Sports science institutions should consider launching their own YouTube channels and sharing instructional videos with relevance to curriculum content. Teachers should also be encouraged to design instructional videos and upload them on the institute's YouTube channel. For an effective implementation of the different YouTube-mediated blended learning modalities, sports science institutions should organize training sessions and workshops on the essential techniques of videography. Curriculum-based YouTube videos could smoothen emergency implementation of flipped classrooms [33] during future crises that may force teachers and students into home confinement once again.

7. Conclusions

The findings of the present study argue that the COVID-19 pandemic, or rather the measures imposed to combat it, had a deep impact on Tunisian sports science students’ educational experiences during the academic year 2020/2021. Those students reported that absenting themselves from classroom-based lessons, due to being infected by the virus or showing its symptoms, and canceling tutorial classes by the institute's administration had detrimental effects on their learning needs and resulted in missed opportunities for knowledge and skill acquisition. The participating students also perceived emergency remote teaching as less effective than classroom-based teaching in terms of learning delivery within the sports science context. From their point of view, engaging in procedural and movement-based learning sequences conducted via videoconferencing often resulted in suboptimal learning outcomes.
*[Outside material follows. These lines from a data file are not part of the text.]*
"""Folding virtual-Z corrections into the model's ``z_phase`` values (``budget compensate --out-model``).

A correction rz(φ) on qubit q at the end of a repeated block is the same frame change as adding φ
to the ``z_phase`` of the last gate on q in that block, when that gate (on those qubits) runs
nowhere else in the circuit: the lab then updates that gate's phase correction, and the model's
``z_phase`` of ``[gates.GATE."QUBITS"]`` becomes its current value plus φ. A correction at the end
of the circuit folds the same way when the last gate on q is not inside a repeated block.
Corrections that cannot fold are refused with the reason (write the circuit instead).
"""

from __future__ import annotations

import tomllib
from collections import Counter
from pathlib import Path
from typing import Any

import tomlkit

from budget.analysis.compensate import Correction
from budget.circuit.gates import GATES
from budget.circuit.ir import Operation, StructuredCircuit
from budget.circuit.walk import Kind, kind_of, layers
from budget.errors.model import ErrorModel
from budget.problems import InputError


def _blocks(circuit: StructuredCircuit) -> dict[int | None, tuple]:
    """Block index (pre-order, as :func:`correction_points`) -> its body; None -> the top level."""
    out: dict[int | None, tuple] = {None: circuit.body}

    def walk(items: tuple) -> None:
        for it in items:
            if kind_of(it, "compensation blocks") is Kind.REPEAT:
                out[len(out) - 1] = it.body
                walk(it.body)

    walk(circuit.body)
    return out


def _last_on(items: tuple, qubit: int) -> Operation | None | str:
    """The last operation on ``qubit`` directly in ``items``; ``"nested"`` if it is inside a repeat."""
    for it in reversed(items):
        kind = kind_of(it, "compensation")
        if kind is Kind.LAYER:
            for op in it.operations:
                if qubit in op.qubits:
                    return op
        elif kind is Kind.REPEAT and any(qubit in op.qubits for layer, _ in layers(it.body) for op in layer.operations):
            return "nested"
    return None


def z_phase_updates(circuit: StructuredCircuit, model: ErrorModel,
                    corrections: tuple[Correction, ...]) -> dict[tuple[str, tuple[str, ...]], list[float]]:
    """(gate, qubit names) -> its new z_phase list, one update per correction.

    Raises:
        InputError: a correction that cannot be folded into one gate's z_phase (the reason given).
    """
    blocks = _blocks(circuit)
    counts = Counter((op.gate, op.qubits) for op in circuit.distinct_operations())
    out: dict[tuple[str, tuple[str, ...]], list[float]] = {}
    for k in corrections:
        op = _last_on(blocks[k.block], k.qubit_index)
        if not isinstance(op, Operation):
            why = ("its last gate there is inside a repeated block, where a z_phase would act on every repetition"
                   if op == "nested" else "no gate acts on it there")
            raise InputError(f"correction on {k.qubit} at {k.where} cannot go into a gate's z_phase: {why}; "
                             "write the corrected circuit (--out-circuit) instead")
        if op.gate not in GATES or GATES[op.gate].virtual:
            raise InputError(f"correction on {k.qubit} at {k.where}: the last gate there is {op.gate}, not a "
                             "calibrated gate; write the corrected circuit (--out-circuit) instead")
        if counts[(op.gate, op.qubits)] > 1:
            names = ",".join(circuit.qubits[q] for q in op.qubits)
            raise InputError(f"correction on {k.qubit} at {k.where} cannot go into a gate's z_phase: {op.gate} "
                             f"{names} also runs elsewhere in the circuit; write the corrected circuit "
                             "(--out-circuit) instead")
        names = tuple(circuit.qubits[q] for q in op.qubits)
        key = (op.gate, names)
        if key not in out:
            out[key] = list(model.gate(op.gate, names).z_phase or (0.0,) * len(names))
        out[key][op.qubits.index(k.qubit_index)] += k.angle_rad
    return out


def updated_model_text(model_path: str | Path, updates: dict[tuple[str, tuple[str, ...]], list[float]]) -> str:
    """The model file with the z_phase updates written in (comments and layout kept by tomlkit)."""
    doc = tomlkit.parse(Path(model_path).read_text(encoding="utf-8"))
    gates = doc.setdefault("gates", tomlkit.table(is_super_table=True))
    for (gate, names), values in updates.items():
        table = gates.setdefault(gate, tomlkit.table())
        key = ",".join(names)
        sub = table.get(key)
        if sub is None:
            sub = tomlkit.table()
            table.add(key, sub)
        value: Any = values[0] if len(values) == 1 else [float(v) for v in values]
        sub["z_phase"] = value
        sub["z_phase"].comment("updated by budget compensate (virtual-Z correction folded in)")
    text = tomlkit.dumps(doc)
    ErrorModel.from_dict(tomllib.loads(text), source=str(model_path))  # the result reads back
    return text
The most important finding of this research was that the surveyed Tunisian sports science students resorted to a wide range of online technologies, other than videoconferencing software, to compensate for the learning losses in times of COVID-19. One that stood out as a top choice is YouTube. The famous video-sharing platform had been used by 92.7 % of the students during the pandemic to complement curriculum delivery. Reportedly, YouTube helped them better understand instructional content delivered during videoconferencing sessions and compensate for the missed opportunities for knowledge and skill acquisition. Overall, the participating sports science students believed that online technologies, and in particular YouTube, contributed to mitigating the impact of the COVID-19 pandemic on their graduation year. Future research should explore methods for better integrating YouTube into the sports science context in crisis times.

Ethical Statement

Approval to undertake the survey was sought and gained from the local research ethics committee (CPP: N°0130/2020) and the administration of ISSEPS. In accordance with the code of ethics and practices established by the American Association of Public Opinion Research (AAPOR, 2015), in the introductory page of the questionnaire's form, participants were informed about the study's administrators, background and objectives. They were also assured that their data are not intended to be communicated to third parties other than persons or entities designated for scientific research purposes. Participants were offered the option of hiding their identities. In all cases, they were assured that their responses will be treated anonymously and confidentially. Furthermore, it was made clear to all participants that they can withdraw from the survey/interview at any stage without incurring any penalty. By signing at the bottom of the introductory page, participants acknowledged their agreement to the study's terms.

Funding Statement

This research received no specific grant from any funding agency in the public, commercial, or not-for-profit sectors.

Declaration of Competing Interests

The authors declare that they have no competing interests.

Acknowledgements

The authors would like to extend gratitude to all the peer researchers who contributed to the development of the custom-designed questionnaire utilized in this study.